App and web browser developer Mozilla just released its own very specific guidelines for a federal privacy law. It’s more consumer-centric than the positions of other tech companies, although it does align with comments from some tech industry representatives before the Senate a month ago, where they said they wanted a “stronger” federal privacy law than the consumer-centric California Consumer Privacy Act (CCPA).
Mozilla’s guidelines join the growing list of privacy law drafts and proposals from consumer advocates like the Center for Democracy and Technology and senators like Catherine Cortez Masto (D-Nev.) and Brian Schatz (D-Hawaii).
Some consumer advocates like the Electronic Frontier Foundation (EFF) worried in the past that tech companies’ privacy positions and proposals would be pro-business and not pro-consumer, but Mozilla’s guidelines, Apple CEO Tim Cook’s January op-ed and Facebook CEO Mark Zuckerberg’s recent op-ed suggest that a growing number of tech companies think a consumer-centric law like the European Union’s GDPR is a good model for a U.S. federal privacy law.
Of course, part of the support for GDPR-like legislation revolves around compliance. Business operations for tech companies will be easier if there’s a universal privacy standard that’s mostly the same across different countries and continents. Europe already set a privacy precedent, and tech companies want to avoid a global patchwork of privacy laws.
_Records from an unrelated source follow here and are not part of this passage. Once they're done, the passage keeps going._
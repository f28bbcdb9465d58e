// The whole of a run, files and all, is the same bytes whatever the tiles, the threads and GDAL's cache; and its rasters are those of the plain way.

#include <cpl_vsi.h>
#include <gdal.h>

#include <array>
#include <catch2/catch.hpp>
#include <cmath>
#include <cstdlib>
#include <filesystem>
#include <fstream>
#include <limits>
#include <map>
#include <span>
#include <sstream>
#include <string>
#include <vector>

#include "bench/terrain_generator.hpp"
#include "reference/plain_result.hpp"
#include "rillclock/io/gdal_session.hpp"
#include "rillclock/io/raster_output.hpp"
#include "rillclock/run/demo.hpp"
#include "rillclock/run/run_study.hpp"
#include "rillclock/run/study_source.hpp"

namespace rillclock {
namespace {

namespace fs = std::filesystem;
using bench::TerrainKind;

/// How a run is computed, which must not show in what it gives.
struct Manner {
    std::int64_t tile_side;
    unsigned threads;
    bool small_cache;   ///< 2 MB, less than what is read and written; else GDAL's own
};

constexpr std::int64_t whole = 1200;   // more than any side of the places below

/// With the first run (256 by one thread, default cache) every side meets both numbers of threads and both caches, and these each other.
constexpr std::array manners = {Manner{64, 1, true},   Manner{100, 2, false}, Manner{256, 2, true}, Manner{1000, 2, true},
                                Manner{whole, 2, true}, Manner{64, 2, false},  Manner{100, 1, true}, Manner{1000, 1, false},
                                Manner{whole, 1, false}};

/// For cases whose like runs in all of them.
constexpr std::array few_manners = {Manner{64, 2, true}, Manner{100, 1, false}, Manner{whole, 2, false}};

/// A folder that is removed with what is in it.
class Folder {
public:
    Folder() {
        std::string name = (fs::temp_directory_path() / "rillclock-same-bytes-XXXXXX").string();
        path_ = mkdtemp(name.data());
    }
    ~Folder() { fs::remove_all(path_); }
    Folder(const Folder&) = delete;
    Folder& operator=(const Folder&) = delete;
    [[nodiscard]] const fs::path& path() const { return path_; }
    void write(const std::string& name, const std::string& text) const { std::ofstream(path_ / name) << text; }

private:
    fs::path path_;
};

using Bytes = std::map<std::string, std::string>;

Bytes bytes_of(const fs::path& folder) {
    Bytes bytes;
    for (const auto& entry : fs::recursive_directory_iterator(folder)) {
        if (!entry.is_regular_file()) continue;
        std::ostringstream content;
        content << std::ifstream(entry.path(), std::ios::binary).rdbuf();
        bytes[fs::relative(entry.path(), folder).string()] = content.str();
    }
    return bytes;
}

Bytes run_in_manner(const Study& study, const Manner& manner) {
    const GIntBig cache = GDALGetCacheMax64();
    if (manner.small_cache) GDALSetCacheMax64(2'000'000);
    const RunOutcome outcome = run(study, {.replace = true, .threads = manner.threads, .tile_side = manner.tile_side});
    GDALSetCacheMax64(cache);
    return bytes_of(outcome.folder);
}

/// Names of files that differ.
std::string differing(const Bytes& expected, const Bytes& found) {
    std::string names;
    for (const auto& [name, content] : expected) {
        if (!found.contains(name) || found.at(name) != content) names += name + " ";
    }
    return found.size() == expected.size() ? names : names + "and the list of files";
}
Like GDPR and the CDT’s legislative proposal, Mozilla’s guidelines call for more corporate responsibility regarding user data. Mozilla highlights principles like limiting data collection to only data necessary to provide a certain product or service, deleting user data no longer needed by the company, and deleting user data upon a user’s request.
The guidelines also state a list of “authorized uses” for data collected by a tech company, so as to maximize consumers’ privacy.
“Covered entities have an obligation to protect the security and privacy of personal data,” the company said, according to the document.
Mozilla also calls on the Federal Trade Commission (FTC) as the primary enforcer of any future federal privacy law.
“In particular, the FTC will have the authority to issue rules and levy penalties regarding the use of dark patterns by covered entities to compel users to divulge personal information, spend money, or share personal contacts (e.g. friend spam),” Mozilla said.
CDT’s Director of the Privacy and Data Project Michelle Richardson, who helped draft the CDT’s privacy bill, told InsideSources that Mozilla’s guidelines have great ideas.
“They are much more specific than some of the other corporate proposals, which is a good sign. They really care about corporate responsibility for data use,” she said, pushing back on “soft touch” proposals that put the onus of privacy responsibility on users. “It’s really nice to see someone in the tech industry embrace limitations on data collection and use.”
The CDT’s privacy bill also calls for limitations on data use and collection.
“The collection and use of data is really important to see from a tech company,” she said. “That’s really what’s most important to us. It’s a forward and consumer-centric approach to privacy. It’s really saying, what do companies owe their consumers? Not, what toggles can we give consumers to flip off and on to share what with who and when and for what purpose? That’s just not going to happen. This puts the [responsibility] on the company.”
Richardson said one of the only qualms she has with Mozilla’s guidelines is that it doesn’t address the transparency and information problem regarding users’ privacy.
“There isn’t a consent override to all of these protections,” she said. “If there’s a consent override to every one of your rights or corporate responsibilities, you encourage the continuation of the current practice, to gain the box checking, like how do I just encourage people to check the box [of the Terms of Service]?”
Cook also brought up transparency and consumer education as it relates to privacy in his January op-ed for TIME.
“Right now, all of these secondary markets for your information exist in a shadow economy that’s largely unchecked—out of sight of consumers, regulators and lawmakers,” he wrote. “Let’s be clear: you never signed up for that. We think every user should have the chance to say, ‘Wait a minute. That’s my information that you’re selling, and I didn’t consent.'”
Mozilla’s guidelines are very specific regarding what a company should and shouldn’t do, a stark contrast to some of the vague language used by tech companies when pressed on privacy issues.
“[Other companies] might balk at how specific it is,” Richardson said. ‘They’re looking at more vague language to make it harder for regulators to pin them down.”